ESXI Maintenance mode tasks gets stuck and cannot be cancelled in a cluster with VKS configured
search cancel

ESXI Maintenance mode tasks gets stuck and cannot be cancelled in a cluster with VKS configured

book

Article ID: 408654

calendar_today

Updated On:

Products

VMware

Issue/Introduction

- Putting an ESXI host into maintenance mode gets stuck and cannot be cancelled

- The ESXI host is in a cluster where VKS is configured

- The only way to cancel the task is to reboot the vCenter

- The VM tab in the vCenter UI for the ESXI host shows that no VMs are running on it

Environment

vCenter 8.x

TKGs/VKS

Cause

- In a SSH session to the ESXI host, the following command shows that there is an envoy-xxxx PodVM running on the host: vim-cmd vmsvc/getallvms

Vmid      Name                       
00    envoy-xxxx   

- In the host UI, the above envoy-xxxx PodVM shows as powered off

- In /var/log/vmware/vpxd/vpxd.log the host already seems to be in maintenance mode per error below:

Error:
-->    com.vmware.vapi.std.errors.already_in_desired_state
--> Messages:
-->    vcenter.wcp.node.alreadyindesiredstate<Node identified by host-xxxx is already in state NodeMaintenance.>
-->

- WCP is supposed to delete this PodVM when host enters maintenance mode but this does not happen hence the task gets stuck.

 

 

Resolution

This stale PodVM needs to be manually deleted in order for the host to enter maintenance mode. 

Important: Ensure that a fresh backup or offline snapshot of the vCenter Server Appliance has been created.
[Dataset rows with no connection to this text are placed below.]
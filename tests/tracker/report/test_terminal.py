"""What the terminal shows, at a fixed width."""

import dataclasses
import io
from pathlib import Path

from rich.console import Console

from tracker.report.__main__ import main
from tracker.report.demo import demo
from tracker.report.terminal import one_line, prediction_lines, result_table, warning_lines


def shown(result: object, width: int = 80) -> str:
    console = Console(file=io.StringIO(), width=width, color_system=None)
    console.print(result_table(result))  # type: ignore[arg-type]
    return console.file.getvalue()  # type: ignore[attr-defined]


def test_quiet_success_is_one_line() -> None:
    assert one_line(demo("payout").result, Path("run-07-results")) == (
        "harrow-point-payout.toml: arc height above the rim 0.2137 m ± 0.0047 m (k = 2.0), "
        + str(Path("run-07-results") / "report.html")
    )
    nothing = dataclasses.replace(demo("payout", frames=12).result, quantities={})
    assert "nothing could be measured" in one_line(nothing, Path("r"))


def test_the_table_fits_eighty_columns_and_cuts_no_number() -> None:
    text = shown(demo("payout").result)
    assert max(len(row.rstrip()) for row in text.splitlines()) <= 80
    rows = [row.split() for row in text.splitlines()]
    assert ["pick-up", "coefficient", "0.2130", "0.1985", "to", "0.2225", "0.747", "to", "0.966"] in rows
    assert ["line", "speed", "3.297", "±", "0.033", "m/s", "2.0", "0.747", "to", "0.966"] in rows


def test_a_name_from_a_sheet_is_no_markup() -> None:
    made = demo("payout", frames=12).result
    sheet = {**made.sheet, "test": {"batch": "[red]", "specimen": "[/]"}}
    assert "[red] [/]" in shown(dataclasses.replace(made, sheet=sheet))


def test_warnings_are_sentences() -> None:
    lines = warning_lines(demo("payout", frames=24).result)
    assert lines[1] == (
        "Warning: The bead texture aliases from 0.58 m/s on. Line speed rests on the marks alone. "
        "Put marks on the line every 0.3 m, or film at 480 frames a second."
    )


def test_the_demo_command_writes_a_folder_and_says_where(tmp_path: Path, capsys: object) -> None:
    assert main([str(tmp_path / "d"), "--kind", "payout", "--frames", "12"]) == 0
    assert (tmp_path / "d" / "report.html").stat().st_size > 50_000
    assert main([str(tmp_path / "d"), "--kind", "payout", "--frames", "12"]) == 2
    out, err = capsys.readouterr()  # type: ignore[attr-defined]
    assert out.strip() == str(tmp_path / "d" / "report.html") and "exists already and is kept" in err


def test_what_the_laws_say_stands_below_the_table() -> None:
    lines = prediction_lines(demo("surface-drop", frames=24).result)
    assert lines
    assert all(line.startswith("By ") and "None" not in line for line in lines)
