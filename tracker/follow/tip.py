"""Where a thin line ends, when no ball or tape marks its free end.

First roughly: among the pixels that differ from the still scene, an end is a place whose ring of surroundings the line
crosses once, where it would cross it twice anywhere else along itself. Then closely: a band of the line's width, bent
a little, cut off square at its end, is laid over the picture as the camera would draw it (blurred by the lens, and
along the way the end went during the exposure), and its end, direction, bend and width are moved by Gauss-Newton
steps until the picture is explained; the light on the line is left free (a constant, and slopes across and along
it), which keeps one-sided light out of the place (variable projection: Golub & Pereyra, SIAM J. Numer. Anal. 10, 413
(1973)). Tukey's biweight lets beads, gaps and whatever lies near count for little. An end that explains the picture
no better than a line that goes on, or that is not there, is no end: then there is no answer.

Coordinates are (column, row) of the frame, centre of the top-left pixel = (0, 0).
"""

from dataclasses import dataclass
from typing import Any

import cv2
import numpy as np
from numpy.typing import NDArray
from scipy.special import ndtr

__all__ = ["LineEnd", "TipFit", "find_tip", "fit_tip", "tip_candidates"]

Floats = NDArray[np.float64]

_STEP_PX = 0.75  # the way during the exposure is laid in steps of at most this
_LONG = 4.0  # how far back along the line the band is compared, in widths
_LEAST_LONG_PX = 8.0
_U_CUT = 0.1  # of the width: a square end, a round one and half a bead differ by about this
_EXPLAINS = 0.7  # least share of the difference that a sure end explains
_ENDS = 2.0  # how much worse, relatively, a line of another length must be
_AHEAD = 0.08  # largest share of the pixels straight ahead that may look like the line
_CONTRAST = 4.0  # least contrast [noise]
_SQRT_2PI = np.sqrt(2.0 * np.pi)


@dataclass(frozen=True, slots=True)
class LineEnd:
    """A line near its free end, as the camera draws it.

    Attributes
    ----------
    width_px : float
        Across the line.
    u_width : float
        Its relative standard uncertainty: 0.3 when guessed, 0.03 when learned from frames before.
    soft_px : float
        Standard deviation of the blur across an edge, the pixel's own included [px].
    pitch_px : float or None
        Repeat length of its texture in the picture: beads and links are then light and dark along it [px].
    """

    width_px: float
    u_width: float = 0.3
    soft_px: float = 0.7
    pitch_px: float | None = None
If the vCenter Server is part of a Linked Mode replication group, backups/offline snapshots need to be created for every member of the Linked Mode group. Do not skip this step.

1. SSH to affected host that will not enter maintenance mode, log in with root

2. Run this to get the ID of the envoy pod/vm: vim-cmd vmsvc/getallvms

Make a note of the VMID for the PodVM

3. Run this command to remove the terminating PodVM using the VMID above: vim-cmd vmsvc/destroy <vmid>
 
4. After the above step the PodVM should then show as orphaned in the vCenter and should be gone from the Host UI

5. If its still present at this point it will need to be deleted from the vCenter database.

6 Open SSH session to the vCenter, log in with root, enter shell

7. Stop Services: vmware-vpxd, wcp

service-control --stop vpxd

service-control --stop wcp

8. Access database of the vCenter: :

/opt/vmware/vpostgres/current/bin/psql -U postgres -d VCDB

9, Query the ID for the problem VM (change <VM-Name> to the VM name) in the VPX_ENTITY table:

   select * from vpx_entity where name like '%<VM-Name>%';

10. Delete the VM_ID from the following tables in the same order:

delete from VPX_COMPUTE_RESOURCE_DAS_VM where VM_ID=####;
delete from VPX_COMPUTE_RESOURCE_DRS_VM where VM_ID=####;
delete from VPX_COMPUTE_RESOURCE_ORC_VM where VM_ID=####;
delete from VPX_VM_SGXINFO where VM_ID=####;
delete from VPX_GUEST_DISK where VM_ID=####;
delete from VPX_VM_VIRTUAL_DEVICE where ID=####;
delete from VPX_VM_DS_SPACE where VM_ID=####;
delete from VPX_NON_ORM_VM_CONFIG_INFO where ID=####;
delete from VPX_NORM_VM_FLE_FILE_INFO where VM_ID=####;
delete from VPX_VDEVICE_BACKING_REL where VM_ID=####;
delete from VPX_VIRTUAL_DISK_IOFILTERS where VM_ID=####;
delete from VPX_VM_STATIC_OVERHEAD_MAP where VM_ID=####;
delete from VPX_VM_TEXT where VM_ID=####;
delete from VPX_VM where ID=####;
delete from VPX_ENTITY where ID=####;

Reference KB: Manually removing a stale VM from the vCenter Server vpostgres database

11. Start the services that were stopped in step 7.

12. Log back into vCenter, the envoy PodVM should be gone and host should now enter maintenance mode successfully.